BEGIN

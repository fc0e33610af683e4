/* Archimedean copulas in many dimensions against Taylor coefficients of their generators. */
#include "asked.h"

#include "../../src/archimedean.h"

#include <gsl/gsl_errno.h>

/* archimedean_points.csv, written by copula_points.py with mpmath at 400 digits. Numbers that are
 * tiny differences of large ones lose what their doubles do not hold: clayton with theta = 1e-9
 * stands near the density 1. */
static void published_points(void **state)
{
    (void)state;
    struct csv *t = csv_read("archimedean_points.csv");
    for (size_t i = 0; i < t->rows; i++) {
        struct sample_copula s;
        double u[20], theta = csv_number(t, i, "theta"), most = csv_number(t, i, "tolerance");
        size_t d = numbers_in(csv_text(t, i, "u"), u);
        copula *c = one_parameter(&s, csv_text(t, i, "family"), d, theta);
        assert_close(ask(c, CDF, u), csv_number(t, i, "C"), most);
        assert_within(ask(c, LOG_DENSITY, u), csv_number(t, i, "log_density"), most);
        assert_close(ask(c, CONDITIONAL, u), csv_number(t, i, "conditional"), most);
    }
    assert_int_equal(t->rows, 104);
    csv_free(t);
}

/* clayton with theta = 1: 1/(1/u_1 + ... + 1/u_d - d + 1), whose derivatives are elementary */
static void many_columns(void **state)
{
    (void)state;
    enum { D = 50 };
    struct sample_copula s;
    copula *c = one_parameter(&s, "clayton", D, 1);
    double u[D], sum = 1 - (double)D, log_density = 0;
    for (size_t j = 0; j < D; j++) {
        u[j] = ((double)j + 0.5) / D;
        sum += 1 / u[j];
        log_density += log((double)j + 1) - 2 * log(u[j]);
    }
    assert_close(ask(c, CDF, u), 1 / sum, 1e-13);
    assert_within(ask(c, LOG_DENSITY, u), log_density - (D + 1) * log(sum), 1e-11);
}

/* clayton with theta = 2 at u = v: C^-2 = 2 u^-2 - 1, so that C is u/sqrt(2) where u is tiny, and
 * given U = u the probability is (C/u)^3 */
static void near_zero(void **state)
{
    (void)state;
    struct sample_copula s;
    copula *c = one_parameter(&s, "clayton", 2, 2);
    static const double us[] = { 1e-300, 1e-200, 1e-12 };
    for (int k = 0; k < 3; k++) {
        assert_close(ask_pair(c, CDF, us[k], us[k]), us[k] / sqrt(2), 1e-12);
        assert_close(ask_pair(c, CONDITIONAL, us[k], us[k]), pow(2, -1.5), 1e-12);
        double want = log(3) + 5 * log(us[k] / sqrt(2)) - 6 * log(us[k]);
        assert_within(ask_pair(c, LOG_DENSITY, us[k], us[k]), want, 1e-12);
    }
}

/* Independence in disguise: frank, clayton at 0, gumbel and joe at 1 */
static void independence(void **state)
{
    (void)state;
    const struct { const char *word; double theta; } any[] = {
        { "frank", 0 }, { "clayton", 0 }, { "gumbel", 1 }, { "joe", 1 }
    };
    for (size_t k = 0; k < 4; k++)
        for (size_t d = 2; d <= 20; d += 6) {
            struct sample_copula s;
            copula *c = one_parameter(&s, any[k].word, d, any[k].theta);
            double u[20], product = 1;
            for (size_t j = 0; j < d; j++) product *= u[j] = ((double)j + 0.7) / 21;
            assert_close(ask(c, CDF, u), product, 1e-12);
            assert_within(ask(c, LOG_DENSITY, u), 0, 1e-12);
            assert_close(ask(c, CONDITIONAL, u), u[d - 1], 1e-12);
        }
}

/* Rotation by 180 in three dimensions is the sum over all subsets, written out. */
static void survival(void **state)
{
    (void)state;
    struct sample_copula s;
    copula *c = one_parameter(&s, "gumbel", 3, 2);
    const double u[3] = { 0.4, 0.6, 0.7 }, v[3] = { 1 - u[0], 1 - u[1], 1 - u[2] };
    double triple = ask(c, CDF, v), pairs = 0;
    for (int j = 0; j < 3; j++)
        pairs += exp(-hypot(log(v[j]), log(v[(j + 1) % 3])));
    c->rotation = 180;
    assert_within(ask(c, CDF, u), 1 - v[0] - v[1] - v[2] + pairs - triple, 1e-15);
}

int main(void)
{
    gsl_set_error_handler_off();
    const struct CMUnitTest tests[] = {
        cmocka_unit_test(published_points), cmocka_unit_test(many_columns),
        cmocka_unit_test(near_zero), cmocka_unit_test(independence),
        cmocka_unit_test(survival),
    };
    return cmocka_run_group_tests(tests, NULL, NULL);
}
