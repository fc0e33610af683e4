/* Golden draws: the bits of draws under a seed, which must be the same on every machine and in
 * every version.
 *
 * tests/values/golden_draws.csv was written by this program:
 *     WRITE_GOLDEN=1 build/tests/draw_golden > tests/values/golden_draws.csv
 * Write it anew only for a case that is new. What the numbers mean is tested in draw*.c, and
 * tests/values/golden_draws.py recomputes most of them by an independent program.
 */
#include "draws.h"

#include "../../src/scheme.h"

struct golden {
    const char *name, *word;
    size_t dimension;
    double parameter, df, last_df;      /* last_df: of the last column, when it is another */
    int rotation;
    scheme how;
    uint64_t seed;
    size_t first, rows;
};

static const struct golden cases[] = {
    { "independent", "independent", 3, 0, 0, 0, 0, SCHEME_PLAIN, 1, 0, 4 },
    { "independent, row beyond 2^32", "independent", 2, 0, 0, 0, 0, SCHEME_PLAIN,
      9007199254740992, 4294967294, 4 },
    { "gaussian", "gaussian", 3, 0.5, 0, 0, 0, SCHEME_PLAIN, 1, 0, 6 },
    { "gaussian, skipped", "gaussian", 2, -0.75, 0, 0, 0, SCHEME_PLAIN, 2, 1000000, 4 },
    { "gaussian, singular", "gaussian", 3, -0.5, 0, 0, 0, SCHEME_PLAIN, 3, 0, 4 },
    { "gaussian, comonotone", "gaussian", 2, 1, 0, 0, 0, SCHEME_PLAIN, 3, 0, 3 },
    { "gaussian, 50 columns", "gaussian", 50, 0.25, 0, 0, 0, SCHEME_PLAIN, 4, 0, 2 },
    { "t, df 0.5", "t", 2, 0.3, 0.5, 0, 0, SCHEME_PLAIN, 1, 0, 6 },
    { "t, df 0.01", "t", 2, 0.3, 0.01, 0, 0, SCHEME_PLAIN, 1, 0, 6 },
    { "t, df 4", "t", 5, 0.5, 4, 0, 0, SCHEME_PLAIN, 1, 0, 6 },
    { "t, df 5.5", "t", 3, 0.5, 5.5, 0, 0, SCHEME_PLAIN, 1, 0, 6 },
    { "t, df 1e6", "t", 2, 0.5, 1e6, 0, 0, SCHEME_PLAIN, 1, 0, 6 },
    { "t, grouped 3 and 30", "t", 3, 0.5, 3, 30, 0, SCHEME_PLAIN, 1, 0, 6 },
    { "clayton", "clayton", 3, 2, 0, 0, 0, SCHEME_PLAIN, 1, 0, 6 },
    { "clayton, shape above 1", "clayton", 3, 0.25, 0, 0, 0, SCHEME_PLAIN, 1, 0, 6 },
    { "clayton, tau 1e-9", "clayton", 2, 2e-9, 0, 0, 0, SCHEME_PLAIN, 1, 0, 4 },
    { "clayton, tau 0.9999", "clayton", 2, 19998, 0, 0, 0, SCHEME_PLAIN, 1, 0, 6 },
    { "clayton, negative", "clayton", 2, -0.5, 0, 0, 0, SCHEME_PLAIN, 1, 0, 6 },
    { "gumbel", "gumbel", 3, 2, 0, 0, 0, SCHEME_PLAIN, 1, 0, 6 },
    { "gumbel, tau 1e-9", "gumbel", 2, 1.000000001, 0, 0, 0, SCHEME_PLAIN, 1, 0, 4 },
    { "gumbel, tau 0.9999", "gumbel", 2, 10000, 0, 0, 0, SCHEME_PLAIN, 1, 0, 6 },
    { "gumbel, theta 1", "gumbel", 2, 1, 0, 0, 0, SCHEME_PLAIN, 1, 0, 3 },
    { "frank", "frank", 3, 5.75, 0, 0, 0, SCHEME_PLAIN, 1, 0, 6 },
    { "frank, tau 1e-9", "frank", 2, 9e-9, 0, 0, 0, SCHEME_PLAIN, 1, 0, 4 },
    { "frank, tau 0.9999", "frank", 2, 39996, 0, 0, 0, SCHEME_PLAIN, 1, 0, 6 },
    { "frank, negative", "frank", 2, -8, 0, 0, 0, SCHEME_PLAIN, 1, 0, 6 },
    { "joe", "joe", 3, 3, 0, 0, 0, SCHEME_PLAIN, 1, 0, 12 },
    { "joe, tau 1e-9", "joe", 2, 1.000000001, 0, 0, 0, SCHEME_PLAIN, 1, 0, 4 },
    { "joe, tau 0.9999", "joe", 2, 20000, 0, 0, 0, SCHEME_PLAIN, 1, 0, 6 },
    { "gumbel, rotation 90", "gumbel", 2, 2, 0, 0, 90, SCHEME_PLAIN, 1, 0, 3 },
    { "gumbel, rotation 180", "gumbel", 2, 2, 0, 0, 180, SCHEME_PLAIN, 1, 0, 3 },
    { "gumbel, rotation 270", "gumbel", 2, 2, 0, 0, 270, SCHEME_PLAIN, 1, 0, 3 },
    { "t, antithetic", "t", 2, 0.5, 4, 0, 0, SCHEME_ANTITHETIC, 1, 1, 5 },
    { "clayton, antithetic", "clayton", 2, 2, 0, 0, 0, SCHEME_ANTITHETIC, 1, 1, 5 },
    { "joe, latin", "joe", 2, 3, 0, 0, 0, SCHEME_LATIN, 1, 0, 8 },
    { "t, sobol", "t", 3, 0.5, 4, 0, 0, SCHEME_SOBOL, 1, 0, 8 },
    { "amh", "amh", 2, 0.75, 0, 0, 0, SCHEME_PLAIN, 1, 0, 6 },
    { "amh, theta -1", "amh", 2, -1, 0, 0, 0, SCHEME_PLAIN, 1, 0, 6 },
    { "amh, rotation 90", "amh", 2, 1, 0, 0, 90, SCHEME_PLAIN, 1, 0, 3 },
    { "plackett", "plackett", 2, 12, 0, 0, 0, SCHEME_PLAIN, 1, 0, 6 },
    { "plackett, negative", "plackett", 2, 0.0625, 0, 0, 0, SCHEME_PLAIN, 1, 0, 6 },
    { "plackett, theta 1", "plackett", 2, 1, 0, 0, 0, SCHEME_PLAIN, 1, 0, 3 },
    { "plackett, tau 0.9999", "plackett", 2, 6e8, 0, 0, 0, SCHEME_PLAIN, 1, 0, 6 },
    { "plackett, rotation 180", "plackett", 2, 12, 0, 0, 180, SCHEME_PLAIN, 1, 0, 3 },
    { "fgm", "fgm", 2, 1, 0, 0, 0, SCHEME_PLAIN, 1, 0, 6 },
    { "fgm, negative", "fgm", 2, -0.75, 0, 0, 0, SCHEME_PLAIN, 1, 0, 6 },
    { "fgm, rotation 270", "fgm", 2, 1, 0, 0, 270, SCHEME_PLAIN, 1, 0, 3 },
    { "clayton, rotation 180", "clayton", 3, 2, 0, 0, 180, SCHEME_PLAIN, 1, 0, 3 },
    { "clayton, rotation 90", "clayton", 2, 2, 0, 0, 90, SCHEME_PLAIN, 1, 0, 3 },
    { "frank, rotation 270", "frank", 2, 5.75, 0, 0, 270, SCHEME_PLAIN, 1, 0, 3 },
    { "joe, rotation 180", "joe", 3, 3, 0, 0, 180, SCHEME_PLAIN, 1, 0, 3 },
    { "t, grouped, rotation 90", "t", 2, 0.5, 3, 30, 90, SCHEME_PLAIN, 1, 0, 3 },
    { "gaussian, rotation 270", "gaussian", 2, 0.5, 0, 0, 270, SCHEME_PLAIN, 1, 0, 3 },
    { "plackett, sobol", "plackett", 2, 12, 0, 0, 0, SCHEME_SOBOL, 7, 0, 4 },
    { "gumbel, sobol, skipped", "gumbel", 2, 2, 0, 0, 0, SCHEME_SOBOL, 7, 1000000, 4 },
};
enum { CASES = sizeof cases / sizeof *cases };

/* column by column; the caller frees */
static double *draw_case(const struct golden *g)
{
    struct sample_copula s;
    pool p = { 0 };
    copula *c = one_parameter(&s, g->word, g->dimension, g->parameter);
    if (c->family->has_matrix) elliptical(&s, g->word, g->dimension, g->parameter, g->df);
    if (g->last_df > 0) s.df[g->dimension - 1] = g->last_df;
    c->rotation = g->rotation;
    double *u = malloc(g->rows * g->dimension * sizeof *u);
    assert_int_equal(draw_by_scheme(c, g->how, g->seed, g->first, g->rows, u, g->rows, &p), OK);
    return u;
}

static void write_all(void)
{
    printf("case,row,column,u\n");
    for (size_t k = 0; k < CASES; k++) {
        double *u = draw_case(&cases[k]);
        for (size_t i = 0; i < cases[k].rows; i++)
            for (size_t j = 0; j < cases[k].dimension; j++)
                printf("\"%s\",%zu,%zu,%a\n", cases[k].name, i, j, u[j * cases[k].rows + i]);
        free(u);
    }
}

static void bits_are_golden(void **state)
{
    (void)state;
    struct csv *t = csv_read("golden_draws.csv");
    size_t at = 0;
    for (size_t k = 0; k < CASES; k++) {
        double *u = draw_case(&cases[k]);
        for (size_t i = 0; i < cases[k].rows; i++)
            for (size_t j = 0; j < cases[k].dimension; j++, at++) {
                assert_true(at < t->rows);
                assert_string_equal(csv_text(t, at, "case"), cases[k].name);
                assert_int_equal(csv_number(t, at, "row"), i);
                assert_int_equal(csv_number(t, at, "column"), j);
                double want = csv_number(t, at, "u"), got = u[j * cases[k].rows + i];
                if (got != want) print_error("%s, row %zu, column %zu\n", cases[k].name, i, j);
                assert_same(got, want);
            }
        free(u);
    }
    assert_int_equal(at, t->rows);
    csv_free(t);
}

int main(void)
{
    if (getenv("WRITE_GOLDEN")) {
        write_all();
        return 0;
    }
    const struct CMUnitTest tests[] = { cmocka_unit_test(bits_are_golden) };
    return cmocka_run_group_tests(tests, NULL, NULL);
}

END

What you should do
What you give back should be only the lines of the records above, starting at the line with "static double *draw_case(const" and ending at the line with "c->rotation = g->rotation;", restated word for word.

Exercise response
static double *draw_case(const struct golden *g)
{
    struct sample_copula s;
    pool p = { 0 };
    copula *c = one_parameter(&s, g->word, g->dimension, g->parameter);
    if (c->family->has_matrix) elliptical(&s, g->word, g->dimension, g->parameter, g->df);
    if (g->last_df > 0) s.df[g->dimension - 1] = g->last_df;
    c->rotation = g->rotation;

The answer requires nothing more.